Exercise instructions - Only the lines from the beginning of the data below through the line containing "a conditional is" belong in the response, each copied exactly.

☆ ☆ ☆ ☆

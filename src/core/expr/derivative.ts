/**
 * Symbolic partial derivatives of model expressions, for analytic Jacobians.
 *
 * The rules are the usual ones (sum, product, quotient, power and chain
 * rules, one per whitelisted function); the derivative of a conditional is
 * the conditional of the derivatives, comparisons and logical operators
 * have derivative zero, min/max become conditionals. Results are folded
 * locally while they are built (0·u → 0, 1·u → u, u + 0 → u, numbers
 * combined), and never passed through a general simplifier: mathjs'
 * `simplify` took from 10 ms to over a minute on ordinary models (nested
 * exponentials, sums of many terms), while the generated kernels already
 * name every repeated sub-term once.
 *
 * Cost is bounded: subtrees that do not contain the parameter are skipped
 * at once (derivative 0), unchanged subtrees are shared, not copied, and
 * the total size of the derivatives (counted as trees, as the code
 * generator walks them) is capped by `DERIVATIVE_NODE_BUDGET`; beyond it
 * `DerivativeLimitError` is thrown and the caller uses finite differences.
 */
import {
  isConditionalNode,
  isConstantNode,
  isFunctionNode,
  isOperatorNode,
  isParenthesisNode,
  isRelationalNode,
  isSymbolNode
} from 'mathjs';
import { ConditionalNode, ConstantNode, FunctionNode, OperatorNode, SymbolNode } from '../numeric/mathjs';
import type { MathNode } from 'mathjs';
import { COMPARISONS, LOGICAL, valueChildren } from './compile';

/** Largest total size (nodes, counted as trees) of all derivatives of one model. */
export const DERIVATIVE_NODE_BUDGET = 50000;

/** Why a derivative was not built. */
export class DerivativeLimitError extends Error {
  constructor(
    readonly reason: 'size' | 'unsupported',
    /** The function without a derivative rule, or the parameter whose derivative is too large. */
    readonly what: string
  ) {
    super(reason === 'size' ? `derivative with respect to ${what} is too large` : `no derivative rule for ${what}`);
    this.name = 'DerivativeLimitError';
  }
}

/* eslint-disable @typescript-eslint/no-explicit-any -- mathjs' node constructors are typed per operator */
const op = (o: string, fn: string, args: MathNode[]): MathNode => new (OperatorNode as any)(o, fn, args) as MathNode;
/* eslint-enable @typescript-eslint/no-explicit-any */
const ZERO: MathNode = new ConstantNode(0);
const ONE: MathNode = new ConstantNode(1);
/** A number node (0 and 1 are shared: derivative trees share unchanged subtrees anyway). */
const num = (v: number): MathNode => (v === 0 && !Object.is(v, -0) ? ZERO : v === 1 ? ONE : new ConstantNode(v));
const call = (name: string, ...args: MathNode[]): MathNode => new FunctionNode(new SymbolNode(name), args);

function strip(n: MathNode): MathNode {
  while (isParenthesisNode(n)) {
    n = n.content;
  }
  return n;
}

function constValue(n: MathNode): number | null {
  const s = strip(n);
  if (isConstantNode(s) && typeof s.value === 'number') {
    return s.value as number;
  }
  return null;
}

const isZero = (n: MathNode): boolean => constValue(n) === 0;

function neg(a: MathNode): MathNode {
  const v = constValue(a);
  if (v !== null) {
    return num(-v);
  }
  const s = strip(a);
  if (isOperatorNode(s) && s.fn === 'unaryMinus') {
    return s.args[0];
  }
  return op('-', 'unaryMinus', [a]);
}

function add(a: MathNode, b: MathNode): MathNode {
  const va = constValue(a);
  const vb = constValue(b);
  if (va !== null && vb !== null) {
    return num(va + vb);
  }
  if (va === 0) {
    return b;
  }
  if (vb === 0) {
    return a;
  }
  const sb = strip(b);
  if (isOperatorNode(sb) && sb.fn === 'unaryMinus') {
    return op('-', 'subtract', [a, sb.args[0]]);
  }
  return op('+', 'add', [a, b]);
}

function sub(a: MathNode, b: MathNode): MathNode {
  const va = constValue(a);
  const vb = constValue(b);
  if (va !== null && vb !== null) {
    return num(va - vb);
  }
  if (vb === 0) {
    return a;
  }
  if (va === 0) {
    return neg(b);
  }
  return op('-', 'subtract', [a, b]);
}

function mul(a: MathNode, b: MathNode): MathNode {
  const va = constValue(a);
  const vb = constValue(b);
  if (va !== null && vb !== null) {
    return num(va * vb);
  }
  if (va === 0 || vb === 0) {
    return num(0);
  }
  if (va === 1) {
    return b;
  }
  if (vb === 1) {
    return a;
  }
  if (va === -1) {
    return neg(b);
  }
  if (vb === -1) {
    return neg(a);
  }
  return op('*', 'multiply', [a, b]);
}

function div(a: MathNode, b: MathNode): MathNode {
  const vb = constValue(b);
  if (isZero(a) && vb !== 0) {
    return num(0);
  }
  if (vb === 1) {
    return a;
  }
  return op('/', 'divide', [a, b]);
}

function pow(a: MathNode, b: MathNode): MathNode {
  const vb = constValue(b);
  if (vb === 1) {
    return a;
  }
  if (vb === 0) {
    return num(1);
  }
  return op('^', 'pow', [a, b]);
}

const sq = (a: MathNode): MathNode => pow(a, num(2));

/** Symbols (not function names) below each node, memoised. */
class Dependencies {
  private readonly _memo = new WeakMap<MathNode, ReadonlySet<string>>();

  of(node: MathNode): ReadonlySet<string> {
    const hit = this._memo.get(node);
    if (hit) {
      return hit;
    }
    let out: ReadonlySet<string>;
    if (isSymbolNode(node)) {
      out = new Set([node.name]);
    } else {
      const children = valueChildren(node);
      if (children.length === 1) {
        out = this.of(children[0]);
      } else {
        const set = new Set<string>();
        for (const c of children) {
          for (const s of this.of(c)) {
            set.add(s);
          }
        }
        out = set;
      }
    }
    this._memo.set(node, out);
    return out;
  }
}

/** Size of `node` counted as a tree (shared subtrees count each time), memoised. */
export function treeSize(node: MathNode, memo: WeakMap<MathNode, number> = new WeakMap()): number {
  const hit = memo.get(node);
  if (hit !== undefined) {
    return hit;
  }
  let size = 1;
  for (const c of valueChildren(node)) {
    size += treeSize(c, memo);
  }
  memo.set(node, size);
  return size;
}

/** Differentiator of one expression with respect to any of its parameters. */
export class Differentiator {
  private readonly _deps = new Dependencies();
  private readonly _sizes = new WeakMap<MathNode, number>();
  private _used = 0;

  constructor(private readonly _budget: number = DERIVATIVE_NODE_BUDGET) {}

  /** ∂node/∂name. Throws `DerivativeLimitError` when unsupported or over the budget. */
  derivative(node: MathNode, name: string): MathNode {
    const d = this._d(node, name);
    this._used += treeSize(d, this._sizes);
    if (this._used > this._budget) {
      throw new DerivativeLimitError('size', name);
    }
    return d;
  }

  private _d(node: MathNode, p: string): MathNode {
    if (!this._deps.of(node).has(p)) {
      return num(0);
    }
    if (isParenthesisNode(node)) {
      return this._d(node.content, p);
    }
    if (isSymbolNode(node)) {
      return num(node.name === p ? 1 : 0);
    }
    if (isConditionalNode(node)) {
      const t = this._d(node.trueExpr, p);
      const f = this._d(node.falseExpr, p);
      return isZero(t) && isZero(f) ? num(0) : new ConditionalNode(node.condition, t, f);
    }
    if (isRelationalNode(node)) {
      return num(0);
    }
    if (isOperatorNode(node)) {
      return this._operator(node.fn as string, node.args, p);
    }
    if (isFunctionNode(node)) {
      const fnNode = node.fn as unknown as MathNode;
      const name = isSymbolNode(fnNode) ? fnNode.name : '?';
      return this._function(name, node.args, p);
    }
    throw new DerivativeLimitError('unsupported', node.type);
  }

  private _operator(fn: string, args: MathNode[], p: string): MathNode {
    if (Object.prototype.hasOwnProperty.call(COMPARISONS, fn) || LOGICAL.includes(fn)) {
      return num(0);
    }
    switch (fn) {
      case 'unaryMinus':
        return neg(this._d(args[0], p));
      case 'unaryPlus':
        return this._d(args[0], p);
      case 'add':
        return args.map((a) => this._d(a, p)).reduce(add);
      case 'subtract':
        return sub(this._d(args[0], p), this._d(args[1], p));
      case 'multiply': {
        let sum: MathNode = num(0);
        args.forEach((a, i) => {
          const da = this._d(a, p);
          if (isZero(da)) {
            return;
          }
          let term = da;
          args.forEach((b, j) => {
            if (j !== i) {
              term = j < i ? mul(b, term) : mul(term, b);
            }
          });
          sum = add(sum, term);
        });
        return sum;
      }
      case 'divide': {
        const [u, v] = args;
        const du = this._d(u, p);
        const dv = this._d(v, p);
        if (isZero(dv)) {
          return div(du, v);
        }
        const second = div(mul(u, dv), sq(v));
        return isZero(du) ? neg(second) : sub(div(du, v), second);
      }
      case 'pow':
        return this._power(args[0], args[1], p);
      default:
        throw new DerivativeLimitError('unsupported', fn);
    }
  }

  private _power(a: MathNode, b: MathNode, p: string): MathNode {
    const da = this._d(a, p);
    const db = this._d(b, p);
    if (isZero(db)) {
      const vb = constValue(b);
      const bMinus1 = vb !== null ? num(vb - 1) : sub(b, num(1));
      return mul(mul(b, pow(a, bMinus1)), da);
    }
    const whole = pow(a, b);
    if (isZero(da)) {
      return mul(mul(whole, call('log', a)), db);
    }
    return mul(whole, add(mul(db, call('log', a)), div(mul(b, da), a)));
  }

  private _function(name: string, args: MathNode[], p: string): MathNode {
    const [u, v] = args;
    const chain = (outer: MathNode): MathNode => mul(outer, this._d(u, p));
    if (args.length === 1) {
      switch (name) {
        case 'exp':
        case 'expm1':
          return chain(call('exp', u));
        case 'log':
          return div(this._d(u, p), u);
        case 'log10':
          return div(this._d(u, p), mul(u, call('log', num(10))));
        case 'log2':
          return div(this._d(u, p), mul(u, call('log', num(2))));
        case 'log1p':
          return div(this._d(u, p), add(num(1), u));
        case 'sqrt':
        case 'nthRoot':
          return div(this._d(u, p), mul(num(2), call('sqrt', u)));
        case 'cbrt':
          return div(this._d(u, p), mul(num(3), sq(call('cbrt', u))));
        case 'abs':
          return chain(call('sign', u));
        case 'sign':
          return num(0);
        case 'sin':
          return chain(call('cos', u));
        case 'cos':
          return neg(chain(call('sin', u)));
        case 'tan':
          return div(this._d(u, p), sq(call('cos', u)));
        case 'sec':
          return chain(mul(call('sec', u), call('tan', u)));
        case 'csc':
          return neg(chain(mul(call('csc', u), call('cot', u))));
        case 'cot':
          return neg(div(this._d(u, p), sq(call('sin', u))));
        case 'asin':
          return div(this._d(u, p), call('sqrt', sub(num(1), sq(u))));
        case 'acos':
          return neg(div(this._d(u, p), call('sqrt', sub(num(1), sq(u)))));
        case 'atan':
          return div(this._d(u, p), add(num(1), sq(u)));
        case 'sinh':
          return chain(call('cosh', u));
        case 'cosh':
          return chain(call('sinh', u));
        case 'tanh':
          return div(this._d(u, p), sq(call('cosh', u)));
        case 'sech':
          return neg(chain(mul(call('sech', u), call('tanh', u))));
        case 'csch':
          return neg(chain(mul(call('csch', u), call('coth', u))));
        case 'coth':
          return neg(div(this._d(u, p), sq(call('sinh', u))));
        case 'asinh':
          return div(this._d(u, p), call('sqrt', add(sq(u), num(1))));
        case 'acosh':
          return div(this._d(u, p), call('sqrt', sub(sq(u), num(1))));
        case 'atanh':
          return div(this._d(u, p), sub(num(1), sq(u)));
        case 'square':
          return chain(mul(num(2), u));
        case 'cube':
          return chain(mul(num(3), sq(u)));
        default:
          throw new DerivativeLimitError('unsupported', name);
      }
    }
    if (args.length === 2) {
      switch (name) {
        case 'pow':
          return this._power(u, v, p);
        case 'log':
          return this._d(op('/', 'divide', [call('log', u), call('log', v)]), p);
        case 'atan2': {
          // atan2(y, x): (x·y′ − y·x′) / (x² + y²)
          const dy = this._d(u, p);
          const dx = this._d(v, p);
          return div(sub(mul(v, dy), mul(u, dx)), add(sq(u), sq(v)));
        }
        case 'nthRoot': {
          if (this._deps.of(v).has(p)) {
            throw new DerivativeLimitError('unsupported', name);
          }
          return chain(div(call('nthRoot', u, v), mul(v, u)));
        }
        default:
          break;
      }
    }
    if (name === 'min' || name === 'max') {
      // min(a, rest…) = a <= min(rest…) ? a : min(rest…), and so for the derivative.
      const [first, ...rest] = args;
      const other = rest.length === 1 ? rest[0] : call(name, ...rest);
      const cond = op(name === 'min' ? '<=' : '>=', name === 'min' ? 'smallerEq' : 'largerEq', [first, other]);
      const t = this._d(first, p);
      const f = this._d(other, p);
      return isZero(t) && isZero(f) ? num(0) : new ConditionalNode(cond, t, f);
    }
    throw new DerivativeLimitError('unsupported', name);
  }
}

☆ ☆ ☆ ☆

Output for this exercise -
filename src/core/expr/derivative.ts
/**
 * Symbolic partial derivatives of model expressions, for analytic Jacobians.
 *
 * The rules are the usual ones (sum, product, quotient, power and chain
 * rules, one per whitelisted function); the derivative of a conditional is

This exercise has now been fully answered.